A proposta altera dispositivos da Lei nº 7.089/2008, que obrigava as concessionárias a plantar uma árvore para cada veículo zero quilômetro vendido.

O novo texto amplia o conceito de compensação ambiental, prevendo que as concessionárias incentivem ações sustentáveis a cada veículo vendido e colocado em circulação nas vias públicas de Franca, com o objetivo de contribuir para a formação de contínuos florestais e reduzir os impactos da emissão de dióxido de carbono (CO²) resultante do uso dos automóveis.

Apropriados

Essas ações poderão ser realizadas pelas próprias concessionárias ou por meio de cooperativas, organizações não governamentais ou empresas privadas habilitadas na área ambiental.

A execução deverá ocorrer em locais ecologicamente apropriados, como áreas de preservação permanente, reservas ambientais, parques, jardins e corredores ecológicos, sempre com autorização do órgão municipal responsável.

A Prefeitura será encarregada da fiscalização e deverá comprovar mensalmente o número de veículos vendidos e a quantidade de ações de compensação ambiental realizadas.

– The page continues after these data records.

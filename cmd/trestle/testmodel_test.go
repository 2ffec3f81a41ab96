package main

import (
	"fmt"

	"github.com/trestle-go/trestle/materials"
	"github.com/trestle-go/trestle/sections"
	"github.com/trestle-go/trestle/springnet"
)

// demoName is how reports name the built-in demo stand.
const demoName = "demo stand (built in)"

// Demo stand dimensions [m] and loads. Invented demo data: a welded steel
// bench for a small lathe.
const (
	demoLength  = 1.2   // along X
	demoWidth   = 0.6   // along Y
	demoHeight  = 0.8   // floor to top frame
	demoRail    = 0.15  // stretcher height
	demoMachine = 350.0 // machine mass [kg]
	demoCoG     = 0.25  // machine centre of mass above the top [m]
)

// demoModel builds the demo stand in Go: four square-tube legs with
// stretchers and a top frame (beams), X-braces of flat bar on the long
// faces (bars), loose levelling feet, the machine bed as a rigid group
// over the top corners with four mounts, the machine as a mass, and three
// load cases. It stands in for the embedded model file until the
// model-file package provides one.
func demoModel() (*springnet.Model, error) {
	steel, err := materials.Lookup("steel S235")
	if err != nil {
		return nil, err
	}
	leg, err := sections.Parse("square-tube 50x3 mm")
	if err != nil {
		return nil, err
	}
	rail, err := sections.Parse("rect-tube 50x30x3 mm")
	if err != nil {
		return nil, err
	}
	brace, err := sections.Parse("flat 40x6 mm")
	if err != nil {
		return nil, err
	}
	var m springnet.Model
	corners := [4][2]float64{{0, 0}, {demoLength, 0}, {demoLength, demoWidth}, {0, demoWidth}}
	var foot, mid, top [4]springnet.NodeID
	for i, c := range corners {
		foot[i] = m.AddNode(fmt.Sprintf("F%d", i+1), springnet.Vec{X: c[0], Y: c[1]})
		mid[i] = m.AddNode(fmt.Sprintf("S%d", i+1), springnet.Vec{X: c[0], Y: c[1], Z: demoRail})
		top[i] = m.AddNode(fmt.Sprintf("T%d", i+1), springnet.Vec{X: c[0], Y: c[1], Z: demoHeight})
		m.AddBeam(foot[i], mid[i], springnet.Beam{Name: fmt.Sprintf("leg-%d-low", i+1), Material: steel, Section: leg})
		m.AddBeam(mid[i], top[i], springnet.Beam{Name: fmt.Sprintf("leg-%d", i+1), Material: steel, Section: leg})
		// Levelling foot: 200 N/µm vertical, 20 N/µm sideways (demo data).
		m.AddFoot(foot[i], springnet.Foot{Name: fmt.Sprintf("foot-%d", i+1),
			K: springnet.Stiffness6{X: 20e6, Y: 20e6, Z: 200e6}, CompressionOnly: true})
	}
	for i := 0; i < 4; i++ {
		j := (i + 1) % 4
		m.AddBeam(mid[i], mid[j], springnet.Beam{Name: fmt.Sprintf("rail-%d%d", i+1, j+1), Material: steel, Section: rail})
		m.AddBeam(top[i], top[j], springnet.Beam{Name: fmt.Sprintf("top-%d%d", i+1, j+1), Material: steel, Section: rail})
	}
	// X-braces on the two long faces (y = 0: corners 1–2, y = W: 3–4).
	for _, f := range [][2]int{{0, 1}, {3, 2}} {
		a, b := f[0], f[1]
		m.AddBar(mid[a], top[b], springnet.Bar{Name: fmt.Sprintf("brace-%d%d", a+1, b+1), Material: steel, Section: brace})
		m.AddBar(mid[b], top[a], springnet.Bar{Name: fmt.Sprintf("brace-%d%d", b+1, a+1), Material: steel, Section: brace})
	}
	bed := m.AddRigidGroup("bed", top[0], top[1], top[2], top[3])
	var mounts [4]springnet.MountID
	for i, c := range corners {
		mounts[i] = m.AddMount(fmt.Sprintf("M%d", i+1), springnet.Vec{X: c[0], Y: c[1], Z: demoHeight}, bed)
	}
	m.AddMass(bed, springnet.Mass{Kg: demoMachine, Offset: springnet.Vec{Z: demoCoG}})

	weight := m.AddLoadCase("weight")
	m.SetGravity(weight, springnet.Gravity(1))
	// Cutting: gravity plus a 600 N cutting force along -Y at the spindle
	// (demo data), 0.2 m above the bed near the headstock end.
	cut := m.AddLoadCase("cutting")
	m.SetGravity(cut, springnet.Gravity(1))
	spindle := m.AddMount("spindle", springnet.Vec{X: 0.3, Y: demoWidth / 2, Z: demoHeight + 0.2}, bed)
	m.AddCaseLoad(cut, spindle, springnet.Load{FY: -600, FZ: -300})
	// Bump: gravity plus a 600 N sideways push on the bed (a person or a
	// pallet truck leaning on it, demo data).
	bump := m.AddLoadCase("side push")
	m.SetGravity(bump, springnet.Gravity(1))
	m.AddCaseLoad(bump, springnet.MountID(mounts[2]), springnet.Load{FY: 600})
	return &m, nil
}
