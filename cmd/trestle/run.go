package main

import (
	"errors"
	"flag"
	"fmt"
	"io"
	"sort"
	"strings"
	"text/tabwriter"

	"github.com/trestle-go/trestle/materials"
)

// env is what every command gets: its arguments after the command word and
// the standard streams.
type env struct {
	args   []string
	stdin  io.Reader
	stdout io.Writer
	stderr io.Writer
}

// command is one subcommand of trestle.
type command struct {
	name    string
	args    string // argument synopsis, e.g. "FILE"
	summary string // one line for the command list
	run     func(e env) error
}

// commands returns the subcommands in the order the help lists them.
func commands() []command {
	return []command{
		{"demo", "", "analyse the built-in demo stand end to end", runDemo},
		{"analyse", "FILE", "static load cases, mount stiffness, load share, utilisation, buckling", runAnalyse},
		{"modes", "FILE", "natural frequencies, mode shapes and modal damping", runModes},
		{"response", "FILE", "frequency response at the mounts", runResponse},
		{"ranges", "FILE", "governing numbers at low, nominal and high material values", runRanges},
		{"compare", "A B", "governing numbers of two models side by side", runCompare},
		{"ringdown", "CSV", "reduce a tap-test ring-down record to frequency and damping", runRingdown},
		{"materials", "[NAME]", "list the material catalogue, or one material with its sources", runMaterials},
		{"sections", "[SPEC]", "list section shapes, or the properties of one section spec", runSections},
		{"generate", "", "write a model file for a common stand layout", runGenerate},
		{"export", "FILE", "write the stiffness and mass matrices and load vectors (Matrix Market)", runExport},
		{"draw", "FILE", "draw the stand (SVG or PNG): views, deformed shape, utilisation", runDraw},
	}
}

// run is the whole program: it parses args, runs one command and returns
// its error. Nothing in it exits the process.
func run(args []string, stdin io.Reader, stdout, stderr io.Writer) error {
	if len(args) == 0 {
		usage(stderr)
		return errors.New("no command given (try: trestle demo)")
	}
	name := args[0]
	switch name {
	case "-h", "-help", "--help", "help":
		if len(args) > 1 && name == "help" {
			return run([]string{args[1], "--help"}, stdin, stdout, stderr)
		}
		usage(stdout)
		return nil
	case "version", "--version":
		fmt.Fprintln(stdout, "trestle", version)
		return nil
	}
	for _, c := range commands() {
		if c.name == name || (name == "analyze" && c.name == "analyse") {
			return c.run(env{args: args[1:], stdin: stdin, stdout: stdout, stderr: stderr})
		}
	}
	return fmt.Errorf("unknown command %q%s (run trestle --help for the list)", name, suggestCommand(name))
}

// version is the program's version string.
const version = "0.1 (development)"

func usage(w io.Writer) {
	fmt.Fprint(w, `trestle designs machine stands: stiffness at the mounts, load share, member
utilisation, buckling, modes and damping, and tap-test reduction.

Usage: trestle COMMAND [flags] [arguments]

Commands:
`)
	tw := tabwriter.NewWriter(w, 0, 0, 2, ' ', 0)
	for _, c := range commands() {
		fmt.Fprintf(tw, "  %s %s\t%s\n", c.name, c.args, c.summary)
	}
	tw.Flush()
	fmt.Fprint(w, `
Every command takes --help. Reports take --json (SI units, schema in
cmd/trestle/SCHEMA.md) and --units si|us. A FILE of "-" reads standard input.

Example:
  trestle demo
  trestle analyse stand.toml --units us
`)
}

// suggestCommand returns `; did you mean "x"?` for the closest command
// name, or "".
func suggestCommand(name string) string {
	best, bestD := "", 3
	for _, c := range commands() {
		if d := materials.EditDistance(strings.ToLower(name), c.name); d < bestD {
			best, bestD = c.name, d
		}
	}
	if best == "" {
		return ""
	}
	return fmt.Sprintf("; did you mean %q?", best)
}

// flags is a command's flag set with its help text.
type flags struct {
	*flag.FlagSet
	synopsis string // "trestle analyse [flags] FILE"
	about    string // what the command does, a few lines
	example  string // one or more example command lines
	w        io.Writer
}

func newFlags(name, synopsis, about, example string, e env) *flags {
	fs := flag.NewFlagSet(name, flag.ContinueOnError)
	fs.SetOutput(io.Discard)
	return &flags{FlagSet: fs, synopsis: synopsis, about: about, example: example, w: e.stdout}
}

// printHelp writes the command's help to w.
func (f *flags) printHelp(w io.Writer) {
	fmt.Fprintf(w, "Usage: %s\n\n%s\n", f.synopsis, strings.TrimSpace(f.about))
	var names []string
	f.VisitAll(func(fl *flag.Flag) { names = append(names, fl.Name) })
	sort.Strings(names)
	if len(names) > 0 {
		fmt.Fprintln(w, "\nFlags:")
		tw := tabwriter.NewWriter(w, 0, 0, 2, ' ', 0)
		for _, n := range names {
			fl := f.Lookup(n)
			typ, use := flag.UnquoteUsage(fl)
			def := ""
			if fl.DefValue != "" && fl.DefValue != "false" && fl.DefValue != "0" {
				def = fmt.Sprintf(" (default %s)", fl.DefValue)
			}
			fmt.Fprintf(tw, "  --%s %s\t%s%s\n", n, typ, use, def)
		}
		tw.Flush()
	}
	fmt.Fprintf(w, "\nExample:\n%s\n", indent(strings.TrimSpace(f.example), "  "))
}

// errHelp is returned by parse when help was asked for and printed.
var errHelp = errors.New("help shown")

// parse parses args, allowing flags after positional arguments
// (`analyse stand.toml --json`). It returns the positional arguments, or
// errHelp after printing the help for -h/--help. A lone "-" is a
// positional argument (standard input).
func (f *flags) parse(args []string) ([]string, error) {
	var pos []string
	rest := args
	for {
		if err := f.Parse(rest); err != nil {
			if errors.Is(err, flag.ErrHelp) {
				f.printHelp(f.w)
				return nil, errHelp
			}
			return nil, fmt.Errorf("%s: %v (see trestle %s --help)", f.Name(), err, f.Name())
		}
		rest = f.Args()
		if len(rest) == 0 {
			return pos, nil
		}
		if rest[0] == "--" {
			return append(pos, rest[1:]...), nil
		}
		pos = append(pos, rest[0])
		rest = rest[1:]
	}
}

// wantArgs checks the number of positional arguments.
func (f *flags) wantArgs(pos []string, lo, hi int) error {
	if len(pos) < lo || len(pos) > hi {
		what := "no arguments"
		switch {
		case lo == hi && lo == 1:
			what = "one argument"
		case lo == hi && lo > 1:
			what = fmt.Sprintf("%d arguments", lo)
		case hi > 0:
			what = fmt.Sprintf("%d to %d arguments", lo, hi)
		}
		return fmt.Errorf("%s: want %s, got %d (usage: %s)", f.Name(), what, len(pos), f.synopsis)
	}
	return nil
}

// parseWant parses args (see parse) and checks that lo to hi positional
// arguments remain.
func (f *flags) parseWant(args []string, lo, hi int) ([]string, error) {
	pos, err := f.parse(args)
	if err != nil {
		return nil, err
	}
	if err := f.wantArgs(pos, lo, hi); err != nil {
		return nil, err
	}
	return pos, nil
}

// parseReport is parseWant for a report command: it also reads the
// --units of of (added to f with of.add).
func (f *flags) parseReport(args []string, lo, hi int, of *outputFlags) ([]string, unitSystem, error) {
	pos, err := f.parseWant(args, lo, hi)
	if err != nil {
		return nil, 0, err
	}
	u, err := parseUnits(of.units)
	if err != nil {
		return nil, 0, err
	}
	return pos, u, nil
}

// levelFlag adds --level, the material level (read with parseLevel).
func (f *flags) levelFlag() *string {
	return f.String("level", "nominal", "material `level`: low, nominal or high")
}

// outputFlags are the flags every report command shares.
type outputFlags struct {
	json  bool
	units string
}

func (o *outputFlags) add(f *flags) {
	f.BoolVar(&o.json, "json", false, "print the report as JSON (SI units; see cmd/trestle/SCHEMA.md)")
	f.StringVar(&o.units, "units", "si", "`units` of the text report: si (N/µm, mm, MPa, kg) or us (lbf/in, in, psi, lb)")
}

func indent(s, pre string) string {
	lines := strings.Split(s, "\n")
	for i, l := range lines {
		if l != "" {
			lines[i] = pre + l
		}
	}
	return strings.Join(lines, "\n")
}

// handled turns errHelp into success.
func handled(err error) error {
	if errors.Is(err, errHelp) {
		return nil
	}
	return err
}
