package materials

import (
	"math"
	"strconv"
)

// The built-in catalogue. Every entry is built afresh in Catalogue, so
// callers may change what they get. Each figure names its source; "from
// memory" marks a value recalled rather than checked against the text,
// "common practice" a rule of thumb.

const psi = 6894.757293168 // Pa per lb/in², to 13 figures (exactly 4.4482216152605 N / 0.0254² m²; NIST SP 811)

// Loss factor ranges shared by several entries.
func steelLoss() (Range, Source) {
	return Range{1e-4, 3e-4, 1e-3}, Source{"loss", "Cremer & Heckl, Structure-Borne Sound, table of material loss factors (steel ≈ 1e-4), from memory; " +
		"upper end for hot-rolled sections with mill scale, common practice; joints add far more and are modelled separately"}
}

func aluminiumLoss() (Range, Source) {
	return Range{1e-4, 3e-4, 1e-3}, Source{"loss", "Cremer & Heckl, Structure-Borne Sound, table of material loss factors (aluminium ≈ 1e-4), from memory; common practice"}
}

func woodLoss() (Range, Source) {
	return Range{0.005, 0.01, 0.02}, Source{"loss", "Cremer & Heckl, Structure-Borne Sound, table of material loss factors (wood ≈ 0.008–0.01 along the grain), from memory; rises with moisture"}
}

// steel is a carbon steel grade of yield fy [Pa] with nominal E eNom [Pa].
func steel(name string, fy, eNom, g float64, eSrc, gSrc, ySrc string) Material {
	loss, lossSrc := steelLoss()
	return Material{
		Name:    name,
		Kind:    Steel,
		E:       Range{195 * gpa, eNom, 212 * gpa},
		G:       Range{g * 195 * gpa / eNom, g, g * 212 * gpa / eNom},
		Poisson: 0.3,
		Density: 7850,
		Yield:   fy,
		Loss:    loss,
		Sources: []Source{
			{"E", eSrc},
			{"E range", "195–212 GPa: spread of measured moduli of structural steels, from memory"},
			{"G", gSrc},
			{"Poisson", "ν = 0.3, EN 1993-1-1 3.2.6(1)"},
			{"density", "7850 kg/m³ (490 lb/ft³), EN 1991-1-1 Table A.4 (77–78.5 kN/m³), from memory; common practice"},
			{"yield", ySrc},
			lossSrc,
		},
		Spread: "steel: E barely varies (composition, rolling texture, ±3 %); loss factor: mill scale, residual stress, amplitude",
	}
}

func astmSteel(name string, fy float64, ySrc string) Material {
	return steel(name, fy, 29000e3*psi, 11200e3*psi,
		"AISC 360-16 E = 29 000 ksi (200 GPa), common practice",
		"AISC 360-16 G = 11 200 ksi (77.2 GPa)", ySrc)
}

func enSteel(name string, fy float64, ySrc string) Material {
	return steel(name, fy, 210*gpa, 81*gpa,
		"EN 1993-1-1 3.2.6(1): E = 210 GPa",
		"EN 1993-1-1 3.2.6(1): G ≈ 81 GPa", ySrc)
}

func stainless(name string, fy float64, ySrc string) Material {
	loss, lossSrc := steelLoss()
	return Material{
		Name:    name,
		Kind:    Stainless,
		E:       Range{190 * gpa, 193 * gpa, 200 * gpa},
		Poisson: 0.29,
		Density: 8000,
		Yield:   fy,
		Loss:    loss,
		Sources: []Source{
			{"E", "ASM Handbook Vol. 1, wrought austenitic stainless steels: 193 GPa, from memory; EN 1993-1-4 2.1.3 design value 200 GPa, from memory"},
			{"Poisson", "ASM Handbook Vol. 1: ν ≈ 0.29, from memory"},
			{"density", "ASM Handbook Vol. 1: 8000 kg/m³, from memory"},
			{"yield", ySrc},
			lossSrc,
		},
		Spread: "stainless: cold work raises strength and slightly lowers E; E 190–200 GPa",
	}
}

// grayIron is an ASTM A48 class. eLo, eHi, gLo, gHi [GPa] are the tensile
// and torsional moduli from the ASM table; tensile is the class's minimum
// tensile strength [Pa], compress a typical compressive strength [Pa].
func grayIron(class int, eLo, eHi, gLo, gHi, tensile, compress, density float64, loss Range) Material {
	return Material{
		Name:     "cast iron class " + strconv.Itoa(class),
		Kind:     CastIron,
		E:        Range{eLo * gpa, (eLo + eHi) / 2 * gpa, eHi * gpa},
		G:        Range{gLo * gpa, (gLo + gHi) / 2 * gpa, gHi * gpa},
		Poisson:  0.26,
		Density:  density,
		Yield:    tensile,
		Compress: compress,
		Loss:     loss,
		Sources: []Source{
			{"E", "ASM Handbook Vol. 1, Properties of Gray Iron, typical properties of ASTM A48 test bars (tensile modulus range), from memory; nominal is the middle"},
			{"G", "same ASM table (torsional modulus range), from memory"},
			{"Poisson", "ν ≈ 0.26 for gray iron, ASM Handbook Vol. 1, from memory"},
			{"density", "ASM Handbook Vol. 1: 7050–7350 kg/m³ rising with class, from memory"},
			{"yield", "no yield point: minimum tensile strength of the class, ASTM A48/A48M (class number in ksi); brittle, use a large factor"},
			{"compress", "ASM Handbook Vol. 1 gray iron table, typical compressive strength, from memory"},
			{"loss", "gray iron damps far more than steel, most in low classes with coarse flake graphite; ASM Handbook Vol. 1 damping capacity ranking, values from memory"},
		},
		Spread: "cast iron: graphite flake size and amount, section thickness (cooling rate); E is not linear and falls with stress; " +
			"class 20 ≈ 66–97 GPa, class 60 ≈ 141–162 GPa (ASM, from memory)",
	}
}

O presidente da Câmara, Daniel Bassi, ressalta a relevância da proposta: “Ao transformar a imposição legal em ação de estímulo e responsabilidade socioambiental, a nova redação da lei visa engajar o setor automotivo local por meio da conscientização e da construção de uma cultura ambiental participativa, ao mesmo tempo em que evita sanções desproporcionais e burocracias excessivas que poderiam desestimular a iniciativa privada”.